import { keepPreviousData, useQuery } from '@tanstack/react-query';
import { RECIPE_SORTS, type RecipeSort } from '../../../../shared/recipe-sorts';
import { recipeListQuery } from '../../../lib/api/recipes';

export { RECIPE_SORTS, type RecipeSort };

export function isRecipeSort(value: unknown): value is RecipeSort {
  return typeof value === 'string' && (RECIPE_SORTS as readonly string[]).includes(value);
}

/** The signed-in cook's recipes whose title holds `q`, in the order `sort` asks for. */
export function useRecipes(q: string, sort: RecipeSort) {
  return useQuery({
    ...recipeListQuery(q, sort),
    select: (body) => body.recipes,
    // Keep the last rows on screen while the next search's answer arrives.
    placeholderData: keepPreviousData,
  });
}
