package utdigit.core.common;

/**
 * Unit conversions, in one place. Each constant states its definition.
 */
public final class Units {
    private Units() {}

    /** Millimetres per inch: 25.4 exactly (international yard and pound agreement, 1959). */
    public static final double MM_PER_IN = 25.4;

    /** 1 in/us = 25.4 mm/us = 25 400 m/s exactly. */
    public static final double M_PER_S_PER_IN_PER_US = 25_400.0;

    public static double inToMm(double lengthIn) {
        return lengthIn * MM_PER_IN;
    }

    public static double mmToIn(double lengthMm) {
        return lengthMm / MM_PER_IN;
    }

    public static double inPerUsToMPerS(double velocityInPerUs) {
        return velocityInPerUs * M_PER_S_PER_IN_PER_US;
    }

    public static double mPerSToInPerUs(double velocityMPerS) {
        return velocityMPerS / M_PER_S_PER_IN_PER_US;
    }

    /** m/s to mm/us: 1 m/s = 1e-3 mm/us. */
    public static double mPerSToMmPerUs(double velocityMPerS) {
        return velocityMPerS * 1e-3;
    }
}
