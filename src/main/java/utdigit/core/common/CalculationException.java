package utdigit.core.common;

import java.util.List;
import java.util.Objects;

/**
 * The one unchecked exception of the core. It carries a {@link CalculationError} code and the
 * snake_case names of the inputs involved (the contract's field names), so that the web layer can
 * point at them without parsing the message.
 */
public final class CalculationException extends RuntimeException {
    private final CalculationError error;
    private final List<String> fields;

    private CalculationException(CalculationError error, List<String> fields, String message) {
        super(message, null, false, false);
        this.error = Objects.requireNonNull(error);
        this.fields = List.copyOf(fields);
    }

    /** Inputs valid one by one that cannot hold together; {@code fields} are the inputs involved. */
    public static CalculationException impossible(String message, String... fields) {
        return new CalculationException(
                CalculationError.IMPOSSIBLE_COMBINATION, List.of(fields), message);
    }

    /** An input that does not apply to the chosen technique or option. */
    public static CalculationException notApplicable(String field, String message) {
        return new CalculationException(CalculationError.NOT_APPLICABLE, List.of(field), message);
    }

    /** An input outside the domain of a formula. */
    public static CalculationException invalid(String field, double value, String requirement) {
        return new CalculationException(
                CalculationError.INVALID_INPUT,
                List.of(field),
                CalculationError.INVALID_INPUT.format(field, value + 0.0, requirement)); // -0.0 + 0.0 is 0.0: no "-0" in a text
    }

    public CalculationError error() {
        return error;
    }

    /** The snake_case input names this failure is about, first the main one; may be empty. */
    public List<String> fields() {
        return fields;
    }
}
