package utdigit.core.common;

import java.math.BigDecimal;
import java.math.MathContext;

/** Numbers written into warning and failure messages. */
public final class MessageNumbers {
    private MessageNumbers() {}

    /** The significant digits of a computed number in a message. */
    private static final MathContext DIGITS = new MathContext(4);

    /**
     * A computed number as every message writes it: rounded to 4 significant digits, without
     * trailing zeros or an exponent ("0.000125", "5920", "1.184"); a value that is not finite is
     * written in words. The answer's own field holds the full value; a value the caller gave, or a
     * limit computed from one, is written {@link #exact}.
     */
    public static String rounded(double x) {
        return plain(x, DIGITS);
    }

    private static String plain(double x, MathContext digits) {
        if (!Double.isFinite(x)) {
            return x > 0 ? "infinity" : x < 0 ? "-infinity" : "not a number";
        }
        return new BigDecimal(x).round(digits).stripTrailingZeros().toPlainString();
    }

    /**
     * {@code x} in full (the shortest decimal that reads back as the same double), without trailing
     * zeros or an exponent ("5920", "0.5"): a value the caller gave, or a limit computed from one.
     */
    public static String exact(double x) {
        if (!Double.isFinite(x)) {
            return plain(x, MathContext.UNLIMITED);
        }
        return BigDecimal.valueOf(x).stripTrailingZeros().toPlainString();
    }
}
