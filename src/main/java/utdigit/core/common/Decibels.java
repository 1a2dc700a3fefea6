package utdigit.core.common;

/**
 * Decibels of amplitude ratios. The project's convention: -X dB means exactly 10^(-X/20) (so
 * "-6 dB" is 0.501187, not 0.5). Computed with {@link StrictMath} for platform-independent bits.
 */
public final class Decibels {
    private Decibels() {}

    /** Amplitude ratio of a level in dB: 10^(levelDb/20). */
    public static double toRatio(double levelDb) {
        return StrictMath.pow(10.0, levelDb / 20.0);
    }

    /** Level in dB of an amplitude ratio: 20 log10(ratio); ratio must be > 0. */
    public static double fromRatio(double ratio) {
        return 20.0 * StrictMath.log10(ratio);
    }
}
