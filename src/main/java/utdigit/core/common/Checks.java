package utdigit.core.common;

/**
 * Preconditions of the core formulas. Written as {@code !(x > 0)} so that NaN fails too. The web
 * layer validates ranges before calling the core; these checks guard the core when it is used
 * directly (benchmarks, sheets, tests).
 */
public final class Checks {
    private Checks() {}

    /** Returns {@code x} when it is finite and > 0. */
    public static double positive(String role, double x) {
        if (!(x > 0) || Double.isInfinite(x)) {
            throw CalculationException.invalid(role, x, "must be finite and > 0");
        }
        return x;
    }

    /** Returns {@code x} when it is finite and >= 0. */
    public static double nonNegative(String role, double x) {
        if (!(x >= 0) || Double.isInfinite(x)) {
            throw CalculationException.invalid(role, x, "must be finite and >= 0");
        }
        return x;
    }

    /** Returns {@code x} when it is finite. */
    public static double finite(String role, double x) {
        if (!Double.isFinite(x)) {
            throw CalculationException.invalid(role, x, "must be finite");
        }
        return x;
    }

    /** Returns {@code n} when it is >= 1. */
    public static int atLeastOne(String role, int n) {
        if (n < 1) {
            throw CalculationException.invalid(role, n, "must be >= 1");
        }
        return n;
    }

    /** Returns {@code x} when {@code lowInclusive <= x < highExclusive}. */
    public static double inRangeHalfOpen(String role, double x, double lowInclusive, double highExclusive) {
        if (!(x >= lowInclusive && x < highExclusive)) {
            throw CalculationException.invalid(
                    role, x, "must be >= " + lowInclusive + " and < " + highExclusive);
        }
        return x;
    }
}
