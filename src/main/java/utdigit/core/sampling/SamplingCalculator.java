package utdigit.core.sampling;

import java.util.ArrayList;
import java.util.List;
import java.util.Objects;
import java.util.Optional;
import org.apache.commons.math3.special.Erf;
import utdigit.core.common.CalculationException;
import utdigit.core.common.Reference;
import utdigit.core.common.SearchBudget;
import utdigit.core.common.Sources;
import utdigit.core.common.Warning;
import utdigit.core.pulse.CentreFrequencyConvention;
import utdigit.core.pulse.GaussianPulse;
import utdigit.core.pulse.Waves;
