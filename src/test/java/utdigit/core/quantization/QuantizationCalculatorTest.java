package utdigit.core.quantization;

import static org.assertj.core.api.Assertions.assertThat;
import static org.assertj.core.api.Assertions.assertThatThrownBy;
import static org.assertj.core.api.Assertions.within;

import org.junit.jupiter.api.DisplayName;
import org.junit.jupiter.api.Nested;
import org.junit.jupiter.api.Test;
import org.junit.jupiter.params.ParameterizedTest;
import org.junit.jupiter.params.provider.CsvFileSource;
import org.junit.jupiter.params.provider.ValueSource;
import utdigit.core.common.CalculationError;
import utdigit.core.common.CalculationException;
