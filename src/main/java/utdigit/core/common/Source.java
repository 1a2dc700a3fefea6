package utdigit.core.common;

import java.util.Objects;

/**
 * One entry of the reference catalogue: a published text at a clause or page, a library's
 * documented function, a derivation written out in the methods document
 * ({@code src/docs/methods.md}), or a practice of the trade with no published source.
 *
 * @param id stable kebab-case id that answers cite
 * @param kind what sort of source it is
 * @param document the document (title, author or publisher)
 * @param edition the edition, year or version; null where none applies
 * @param locator the clause, table, page or section
 * @param checked how the citation was checked
 * @param checkNote what was read, where, and what was not
 */
public record Source(String id, SourceKind kind, String document, String edition, String locator,
                     SourceCheck checked, String checkNote) {
    public Source {
        Objects.requireNonNull(id, "id");
        Objects.requireNonNull(kind, "kind");
        Objects.requireNonNull(document, "document");
        Objects.requireNonNull(locator, "locator");
        Objects.requireNonNull(checked, "checked");
        Objects.requireNonNull(checkNote, "checkNote");
    }
}
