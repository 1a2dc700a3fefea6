package utdigit.core.common;

/** How a catalogue entry was checked. */
public enum SourceCheck {
    /** The cited statement was read in the source itself (its scope, a free preview, its documentation). */
    READ,
    /** The cited statement was read in another text that quotes or reproduces the source, not in the source. */
    READ_SECOND_HAND,
    /** The statement is derived step by step in the methods document; no outside text is relied on. */
    DERIVED,
    /** A practice of the trade: no published source is claimed. */
    NOT_PUBLISHED
}
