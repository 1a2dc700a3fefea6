package utdigit.core.common;

import java.util.LinkedHashMap;
import java.util.List;
import java.util.Map;
import java.util.Optional;
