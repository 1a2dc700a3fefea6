package utdigit.core.common;

import java.math.BigDecimal;
import java.math.MathContext;

/** Numbers written into warning and failure messages. */
public final class MessageNumbers {
    private MessageNumbers() {}

    /**
     * {@code x} rounded to the digits of {@code digits}, without trailing zeros or an exponent
     * ("0.000125", "5920"); a value that is not finite is written in words.
     */
    public static String plain(double x, MathContext digits) {
        if (!Double.isFinite(x)) {
            return x > 0 ? "infinity" : x < 0 ? "-infinity" : "not a number";
        }
        return new BigDecimal(x).round(digits).stripTrailingZeros().toPlainString();
    }

    /** {@code x} rounded to {@code significantDigits} digits, as {@link #plain(double, MathContext)}. */
    public static String plain(double x, int significantDigits) {
        return plain(x, new MathContext(significantDigits));
    }

    /**
     * {@code x} in full (the shortest decimal that reads back as the same double), without trailing
     * zeros or an exponent ("5920", "0.5"): a value the caller gave, or a limit computed from one.
     */
    public static String exact(double x) {
        if (!Double.isFinite(x)) {
            return plain(x, MathContext.UNLIMITED);
        }
        return BigDecimal.valueOf(x).stripTrailingZeros().toPlainString();
    }
}
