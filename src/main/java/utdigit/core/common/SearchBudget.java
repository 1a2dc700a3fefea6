package utdigit.core.common;

/**
 * A bound on the work of one numerical search, and the point where the search sees that its
 * caller has gone. Work is counted in the search's own unit (for the sampled-peak searches: one
 * value of the pulse s(t)); every loop of a search spends from the budget, so no loop can run
 * longer than the budget allows, whatever the inputs. The count, not a clock, decides: the same
 * inputs always give the same answer (answers are stamped and must reproduce).
 *
 * <p>Cancellation stays framework-free: every {@link #CHECK_INTERVAL} units the search looks at
 * the running thread's interrupt flag; the caller (the web layer, on a deadline) interrupts the
 * thread, and the search stops with {@link Cancelled}.
 *
 * <p>Not thread-safe: one budget belongs to one search on one thread.
 */
public final class SearchBudget {
    /** Units of work between two looks at the interrupt flag. */
    public static final long CHECK_INTERVAL = 4096;

    private final long limit;
    private long spent;
    private long nextCheck = CHECK_INTERVAL;

    private SearchBudget(long limit) {
        if (limit <= 0) {
            throw new IllegalArgumentException("limit must be > 0");
        }
        this.limit = limit;
    }

    /** A budget of {@code limit} units of work. */
    public static SearchBudget of(long limit) {
        return new SearchBudget(limit);
    }

    /**
     * Spends {@code units} of work.
     *
     * @throws Exhausted when the budget is used up
     * @throws Cancelled when the running thread has been interrupted
     */
    public void spend(long units) {
        spent += units;
        if (spent > limit) {
            throw new Exhausted(limit);
        }
        if (spent >= nextCheck) {
            nextCheck = spent + CHECK_INTERVAL;
            if (Thread.currentThread().isInterrupted()) {
                throw new Cancelled();
            }
        }
    }

    /** Whether {@code units} more would exceed the budget (nothing is spent). */
    public boolean wouldExceed(double units) {
        return !(spent + units <= limit);
    }

    /** The units spent so far. */
    public long spent() {
        return spent;
    }

    /** The budget's limit. */
    public long limit() {
        return limit;
    }

    /** The search reached its bound; the caller answers that the figure was not determined. */
    public static final class Exhausted extends RuntimeException {
        private final long limit;

        Exhausted(long limit) {
            super("search bound of " + limit + " units reached", null, false, false);
            this.limit = limit;
        }

        /** A search that refuses before starting, because its predicted work exceeds the budget. */
        public static Exhausted predicted(SearchBudget budget) {
            return new Exhausted(budget.limit);
        }

        public long limit() {
            return limit;
        }
    }

    /** The running thread was interrupted: the caller has gone or its deadline passed. */
    public static final class Cancelled extends RuntimeException {
        public Cancelled() {
            super("calculation cancelled", null, false, false);
        }
    }
}
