package utdigit.core.common;

/** What sort of source a catalogue entry is. */
public enum SourceKind {
    /** A published standard or metrology guide. */
    STANDARD,
    /** A handbook or textbook. */
    BOOK,
    /** A journal paper, application note or published data table. */
    PAPER,
    /** A general-purpose library's documented function. */
    LIBRARY,
    /** A derivation written out in the methods document (src/docs/methods.md). */
    DERIVATION,
    /** A practice of the trade with no published source. */
    COMMON_PRACTICE
}
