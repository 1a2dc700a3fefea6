package utdigit.core.common;

import java.math.BigDecimal;
import java.math.MathContext;

/** Numbers written into warning and failure messages. */
public final class MessageNumbers {
    private MessageNumbers() {}

    /**
     * {@code x} rounded to the digits of {@code digits}, without trailing zeros or an exponent
     * ("0.000125", "5920"); a value that is not finite is written in words.
     */
    public static String plain(double x, MathContext digits) {
        if (!Double.isFinite(x)) {
            return x > 0 ? "infinity" : x < 0 ? "-infinity" : "not a number";
        }
        return new BigDecimal(x).round(digits).stripTrailingZeros().toPlainString();
    }
}
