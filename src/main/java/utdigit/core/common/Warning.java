package utdigit.core.common;

import java.util.Objects;

/**
 * A condition the caller should know about that does not make the result invalid, for example a
 * value that does not exist for the given inputs (returned as null) or a model that is optimistic.
 *
 * @param code stable UPPER_SNAKE_CASE identifier a client can switch on
 * @param message human-readable explanation in the caller's terms
 */
public record Warning(String code, String message) {
    public Warning {
        Objects.requireNonNull(code, "code");
        Objects.requireNonNull(message, "message");
    }

    public static Warning of(String code, String message) {
        return new Warning(code, message);
    }
}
···
## [Assigned task]
Set down each line of the material verbatim, from the first line through the line that contains "public static double mmToIn(double".

## [Written response]
import { keepPreviousData, useQuery } from '@tanstack/react-query';
import { RECIPE_SORTS, type RecipeSort } from '../../../../shared/recipe-sorts';
import { recipeListQuery } from '../../../lib/api/recipes';

export { RECIPE_SORTS, type RecipeSort };

export function isRecipeSort(value: unknown): value is RecipeSort {
  return typeof value === 'string' && (RECIPE_SORTS as readonly string[]).includes(value);
}

/** The signed-in cook's recipes whose title holds `q`, in the order `sort` asks for. */
export function useRecipes(q: string, sort: RecipeSort) {
  return useQuery({
    ...recipeListQuery(q, sort),
    select: (body) => body.recipes,
    // Keep the last rows on screen while the next search's answer arrives.
    placeholderData: keepPreviousData,
  });
}
package utdigit.core.common;

/**
 * Unit conversions, in one place. Each constant states its definition.
 */
public final class Units {
    private Units() {}

    /** Millimetres per inch: 25.4 exactly (international yard and pound agreement, 1959). */
    public static final double MM_PER_IN = 25.4;

    /** 1 in/us = 25.4 mm/us = 25 400 m/s exactly. */
    public static final double M_PER_S_PER_IN_PER_US = 25_400.0;

    public static double inToMm(double lengthIn) {
        return lengthIn * MM_PER_IN;
    }

    public static double mmToIn(double lengthMm) {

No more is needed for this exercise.